[REQUIRED WORK]:
Lines below that include the word "lost" should each be copied.

[DATA SUPPLIED]:
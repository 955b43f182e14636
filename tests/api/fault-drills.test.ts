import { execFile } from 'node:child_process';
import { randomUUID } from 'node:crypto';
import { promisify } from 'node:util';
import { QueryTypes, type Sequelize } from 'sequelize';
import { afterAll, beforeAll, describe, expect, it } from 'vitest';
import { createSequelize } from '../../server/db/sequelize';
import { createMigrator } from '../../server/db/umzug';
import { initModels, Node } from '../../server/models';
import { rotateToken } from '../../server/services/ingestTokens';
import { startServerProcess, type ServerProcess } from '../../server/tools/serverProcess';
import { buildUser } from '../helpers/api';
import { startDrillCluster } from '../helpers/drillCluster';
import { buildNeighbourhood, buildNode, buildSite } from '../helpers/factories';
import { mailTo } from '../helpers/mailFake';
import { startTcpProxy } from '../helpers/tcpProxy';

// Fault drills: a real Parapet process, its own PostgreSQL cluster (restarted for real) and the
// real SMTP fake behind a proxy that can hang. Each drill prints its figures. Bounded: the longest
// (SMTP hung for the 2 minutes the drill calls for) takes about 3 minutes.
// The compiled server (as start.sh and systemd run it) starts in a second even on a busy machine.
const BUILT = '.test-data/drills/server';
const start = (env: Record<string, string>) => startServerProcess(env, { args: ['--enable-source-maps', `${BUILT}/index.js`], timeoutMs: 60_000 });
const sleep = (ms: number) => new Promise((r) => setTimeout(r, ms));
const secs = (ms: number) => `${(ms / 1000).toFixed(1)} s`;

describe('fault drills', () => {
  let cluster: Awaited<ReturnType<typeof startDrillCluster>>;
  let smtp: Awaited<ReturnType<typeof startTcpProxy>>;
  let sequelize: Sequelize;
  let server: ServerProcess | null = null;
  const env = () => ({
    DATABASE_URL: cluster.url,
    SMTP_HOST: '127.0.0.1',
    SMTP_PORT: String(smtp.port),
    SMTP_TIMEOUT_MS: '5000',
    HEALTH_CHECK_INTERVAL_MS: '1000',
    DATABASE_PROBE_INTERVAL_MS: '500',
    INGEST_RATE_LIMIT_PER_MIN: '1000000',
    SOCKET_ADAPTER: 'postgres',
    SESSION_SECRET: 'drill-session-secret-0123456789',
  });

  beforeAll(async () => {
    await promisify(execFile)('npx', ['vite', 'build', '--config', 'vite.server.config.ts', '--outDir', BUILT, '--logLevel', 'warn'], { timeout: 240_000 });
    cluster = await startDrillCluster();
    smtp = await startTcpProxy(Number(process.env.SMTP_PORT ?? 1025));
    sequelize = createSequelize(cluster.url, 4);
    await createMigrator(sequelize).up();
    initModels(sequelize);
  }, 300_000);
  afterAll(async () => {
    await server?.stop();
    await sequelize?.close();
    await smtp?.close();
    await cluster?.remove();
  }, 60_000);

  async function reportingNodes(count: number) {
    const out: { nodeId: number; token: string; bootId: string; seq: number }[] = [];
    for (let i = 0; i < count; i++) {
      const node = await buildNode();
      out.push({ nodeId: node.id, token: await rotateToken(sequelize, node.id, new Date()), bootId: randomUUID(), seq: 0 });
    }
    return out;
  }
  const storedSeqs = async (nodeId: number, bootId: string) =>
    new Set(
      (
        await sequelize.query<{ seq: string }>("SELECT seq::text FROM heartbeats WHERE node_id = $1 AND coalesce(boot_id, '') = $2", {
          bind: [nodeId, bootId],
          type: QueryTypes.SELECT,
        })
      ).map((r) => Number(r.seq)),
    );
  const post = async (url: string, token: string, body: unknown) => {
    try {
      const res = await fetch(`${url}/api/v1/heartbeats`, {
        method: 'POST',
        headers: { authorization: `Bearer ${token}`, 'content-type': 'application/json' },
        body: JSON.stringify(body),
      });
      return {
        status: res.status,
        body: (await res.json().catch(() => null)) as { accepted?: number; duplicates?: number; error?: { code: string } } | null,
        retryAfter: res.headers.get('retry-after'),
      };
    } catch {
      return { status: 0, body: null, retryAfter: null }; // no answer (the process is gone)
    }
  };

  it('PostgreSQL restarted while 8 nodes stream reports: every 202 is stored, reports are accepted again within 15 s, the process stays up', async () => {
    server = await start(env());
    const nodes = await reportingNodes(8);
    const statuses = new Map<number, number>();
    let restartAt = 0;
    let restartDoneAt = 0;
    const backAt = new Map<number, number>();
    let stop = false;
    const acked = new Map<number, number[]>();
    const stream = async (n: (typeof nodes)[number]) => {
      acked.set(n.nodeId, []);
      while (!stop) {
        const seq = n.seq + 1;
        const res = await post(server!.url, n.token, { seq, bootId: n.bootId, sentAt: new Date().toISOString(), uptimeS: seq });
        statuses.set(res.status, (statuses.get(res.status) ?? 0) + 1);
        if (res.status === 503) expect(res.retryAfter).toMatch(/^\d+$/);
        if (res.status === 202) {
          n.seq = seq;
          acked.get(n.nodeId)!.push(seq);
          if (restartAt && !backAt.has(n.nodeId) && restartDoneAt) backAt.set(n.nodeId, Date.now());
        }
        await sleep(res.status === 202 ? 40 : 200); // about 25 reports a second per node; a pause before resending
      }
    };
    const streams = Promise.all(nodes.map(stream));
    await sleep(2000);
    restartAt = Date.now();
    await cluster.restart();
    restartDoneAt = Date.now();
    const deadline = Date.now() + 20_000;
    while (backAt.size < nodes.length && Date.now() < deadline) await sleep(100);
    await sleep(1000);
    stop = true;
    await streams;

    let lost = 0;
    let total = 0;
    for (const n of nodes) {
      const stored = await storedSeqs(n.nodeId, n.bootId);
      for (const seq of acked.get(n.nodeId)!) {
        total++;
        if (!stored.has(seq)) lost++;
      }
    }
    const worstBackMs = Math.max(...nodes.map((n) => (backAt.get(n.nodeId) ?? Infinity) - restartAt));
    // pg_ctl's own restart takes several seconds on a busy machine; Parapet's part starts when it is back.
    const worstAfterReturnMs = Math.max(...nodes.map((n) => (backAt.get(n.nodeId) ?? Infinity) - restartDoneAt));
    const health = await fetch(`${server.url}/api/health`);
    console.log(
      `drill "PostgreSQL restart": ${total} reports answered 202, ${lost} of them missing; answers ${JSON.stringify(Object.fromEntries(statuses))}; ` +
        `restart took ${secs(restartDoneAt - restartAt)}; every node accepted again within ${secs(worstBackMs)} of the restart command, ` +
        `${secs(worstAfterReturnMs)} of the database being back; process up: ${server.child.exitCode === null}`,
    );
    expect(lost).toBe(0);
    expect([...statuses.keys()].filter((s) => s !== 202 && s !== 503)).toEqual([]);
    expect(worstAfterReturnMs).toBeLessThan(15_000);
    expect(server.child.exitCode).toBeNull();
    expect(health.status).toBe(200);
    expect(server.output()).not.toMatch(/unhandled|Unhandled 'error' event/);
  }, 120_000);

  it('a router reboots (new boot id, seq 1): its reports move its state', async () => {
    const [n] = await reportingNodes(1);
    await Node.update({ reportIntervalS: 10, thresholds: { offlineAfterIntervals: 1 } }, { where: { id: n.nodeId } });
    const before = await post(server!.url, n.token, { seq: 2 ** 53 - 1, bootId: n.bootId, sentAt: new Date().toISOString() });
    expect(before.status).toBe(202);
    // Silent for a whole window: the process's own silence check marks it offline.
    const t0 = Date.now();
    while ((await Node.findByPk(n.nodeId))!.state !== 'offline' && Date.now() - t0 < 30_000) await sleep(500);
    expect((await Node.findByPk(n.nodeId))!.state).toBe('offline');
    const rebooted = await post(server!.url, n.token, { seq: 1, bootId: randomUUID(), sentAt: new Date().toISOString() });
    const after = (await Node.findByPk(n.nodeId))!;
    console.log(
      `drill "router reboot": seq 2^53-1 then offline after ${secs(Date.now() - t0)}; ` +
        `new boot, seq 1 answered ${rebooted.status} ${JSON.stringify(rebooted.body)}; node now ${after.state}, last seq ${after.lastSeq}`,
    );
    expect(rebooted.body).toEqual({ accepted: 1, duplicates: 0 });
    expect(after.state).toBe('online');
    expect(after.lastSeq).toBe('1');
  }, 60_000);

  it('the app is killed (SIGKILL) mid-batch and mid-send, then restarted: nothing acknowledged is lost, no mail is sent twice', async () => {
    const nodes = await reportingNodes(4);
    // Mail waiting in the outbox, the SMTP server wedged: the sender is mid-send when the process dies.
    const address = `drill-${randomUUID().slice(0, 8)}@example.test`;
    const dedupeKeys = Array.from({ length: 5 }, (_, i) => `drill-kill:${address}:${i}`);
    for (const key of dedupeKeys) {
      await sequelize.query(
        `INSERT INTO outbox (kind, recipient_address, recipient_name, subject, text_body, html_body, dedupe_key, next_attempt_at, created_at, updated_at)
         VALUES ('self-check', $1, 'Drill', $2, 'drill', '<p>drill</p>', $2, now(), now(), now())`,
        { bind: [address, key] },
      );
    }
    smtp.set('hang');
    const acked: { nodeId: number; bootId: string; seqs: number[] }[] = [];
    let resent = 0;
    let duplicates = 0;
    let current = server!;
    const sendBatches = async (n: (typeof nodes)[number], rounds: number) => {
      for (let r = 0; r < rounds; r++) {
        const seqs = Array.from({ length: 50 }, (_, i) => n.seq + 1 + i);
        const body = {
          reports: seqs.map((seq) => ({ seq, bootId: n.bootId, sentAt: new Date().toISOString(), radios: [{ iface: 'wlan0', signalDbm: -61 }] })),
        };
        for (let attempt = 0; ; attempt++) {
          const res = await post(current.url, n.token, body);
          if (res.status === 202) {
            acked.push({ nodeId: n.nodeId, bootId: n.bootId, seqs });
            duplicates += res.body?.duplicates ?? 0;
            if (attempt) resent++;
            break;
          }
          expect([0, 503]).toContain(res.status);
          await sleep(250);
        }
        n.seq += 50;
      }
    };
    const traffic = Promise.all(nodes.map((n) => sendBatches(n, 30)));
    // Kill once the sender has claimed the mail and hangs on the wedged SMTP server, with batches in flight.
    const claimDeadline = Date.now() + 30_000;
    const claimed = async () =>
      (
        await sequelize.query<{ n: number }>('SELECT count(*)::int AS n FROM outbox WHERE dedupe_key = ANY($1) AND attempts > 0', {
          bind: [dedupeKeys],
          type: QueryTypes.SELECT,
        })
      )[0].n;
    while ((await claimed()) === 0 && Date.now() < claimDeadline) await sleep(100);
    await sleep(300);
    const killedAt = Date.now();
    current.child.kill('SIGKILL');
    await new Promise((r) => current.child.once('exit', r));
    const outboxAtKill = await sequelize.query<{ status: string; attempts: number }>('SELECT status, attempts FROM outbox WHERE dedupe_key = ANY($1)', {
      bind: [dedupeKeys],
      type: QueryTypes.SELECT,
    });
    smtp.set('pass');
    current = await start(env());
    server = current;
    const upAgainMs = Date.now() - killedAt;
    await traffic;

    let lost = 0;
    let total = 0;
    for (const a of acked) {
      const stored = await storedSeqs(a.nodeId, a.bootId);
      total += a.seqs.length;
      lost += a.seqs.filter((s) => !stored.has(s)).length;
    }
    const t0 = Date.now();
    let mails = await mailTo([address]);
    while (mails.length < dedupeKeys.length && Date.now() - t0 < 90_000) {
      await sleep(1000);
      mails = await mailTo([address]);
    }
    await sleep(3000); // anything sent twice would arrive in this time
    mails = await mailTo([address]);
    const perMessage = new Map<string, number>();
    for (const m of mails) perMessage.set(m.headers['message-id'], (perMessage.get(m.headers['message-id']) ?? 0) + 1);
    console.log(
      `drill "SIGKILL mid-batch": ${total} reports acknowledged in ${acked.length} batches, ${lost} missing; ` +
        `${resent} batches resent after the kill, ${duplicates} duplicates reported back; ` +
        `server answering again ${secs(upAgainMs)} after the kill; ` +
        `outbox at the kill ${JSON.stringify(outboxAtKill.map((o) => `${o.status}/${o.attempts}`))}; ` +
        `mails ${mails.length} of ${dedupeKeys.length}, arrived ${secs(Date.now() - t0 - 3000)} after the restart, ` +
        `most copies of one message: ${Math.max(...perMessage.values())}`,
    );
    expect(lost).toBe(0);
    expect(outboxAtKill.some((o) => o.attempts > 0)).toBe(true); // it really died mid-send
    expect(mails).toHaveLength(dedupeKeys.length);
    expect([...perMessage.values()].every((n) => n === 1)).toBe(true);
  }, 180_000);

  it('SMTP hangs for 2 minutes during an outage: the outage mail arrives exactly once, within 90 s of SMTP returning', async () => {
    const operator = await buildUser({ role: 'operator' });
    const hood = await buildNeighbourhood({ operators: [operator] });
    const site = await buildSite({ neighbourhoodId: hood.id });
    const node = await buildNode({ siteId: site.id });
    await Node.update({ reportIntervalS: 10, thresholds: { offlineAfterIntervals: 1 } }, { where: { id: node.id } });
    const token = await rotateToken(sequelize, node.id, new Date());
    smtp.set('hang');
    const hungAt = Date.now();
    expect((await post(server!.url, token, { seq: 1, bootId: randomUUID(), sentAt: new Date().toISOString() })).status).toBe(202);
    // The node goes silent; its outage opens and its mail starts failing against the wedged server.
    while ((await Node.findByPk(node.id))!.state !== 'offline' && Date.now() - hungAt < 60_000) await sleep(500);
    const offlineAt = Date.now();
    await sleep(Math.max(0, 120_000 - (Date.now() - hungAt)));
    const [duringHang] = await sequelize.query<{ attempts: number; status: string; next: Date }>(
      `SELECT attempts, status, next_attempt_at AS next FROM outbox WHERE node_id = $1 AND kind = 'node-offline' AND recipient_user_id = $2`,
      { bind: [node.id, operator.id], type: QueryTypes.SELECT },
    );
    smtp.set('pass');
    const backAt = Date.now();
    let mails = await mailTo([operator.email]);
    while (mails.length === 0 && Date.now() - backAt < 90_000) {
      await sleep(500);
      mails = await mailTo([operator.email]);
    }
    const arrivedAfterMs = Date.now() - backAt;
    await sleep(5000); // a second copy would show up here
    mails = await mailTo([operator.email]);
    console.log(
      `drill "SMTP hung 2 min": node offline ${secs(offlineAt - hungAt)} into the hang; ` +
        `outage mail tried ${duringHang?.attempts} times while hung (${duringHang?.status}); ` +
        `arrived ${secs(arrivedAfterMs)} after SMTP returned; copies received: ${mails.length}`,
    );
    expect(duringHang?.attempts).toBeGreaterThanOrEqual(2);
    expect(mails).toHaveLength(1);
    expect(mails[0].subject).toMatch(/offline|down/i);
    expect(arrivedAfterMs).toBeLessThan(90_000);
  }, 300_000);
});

[ANSWER FOR THE TASK]:
    let lost = 0;
        if (!stored.has(seq)) lost++;
      `drill "PostgreSQL restart": ${total} reports answered 202, ${lost} of them missing; answers ${JSON.stringify(Object.fromEntries(statuses))}; ` +
    expect(lost).toBe(0);
  it('the app is killed (SIGKILL) mid-batch and mid-send, then restarted: nothing acknowledged is lost, no mail is sent twice', async () => {
    let lost = 0;
      lost += a.seqs.filter((s) => !stored.has(s)).length;
      `drill "SIGKILL mid-batch": ${total} reports acknowledged in ${acked.length} batches, ${lost} missing; ` +
    expect(lost).toBe(0);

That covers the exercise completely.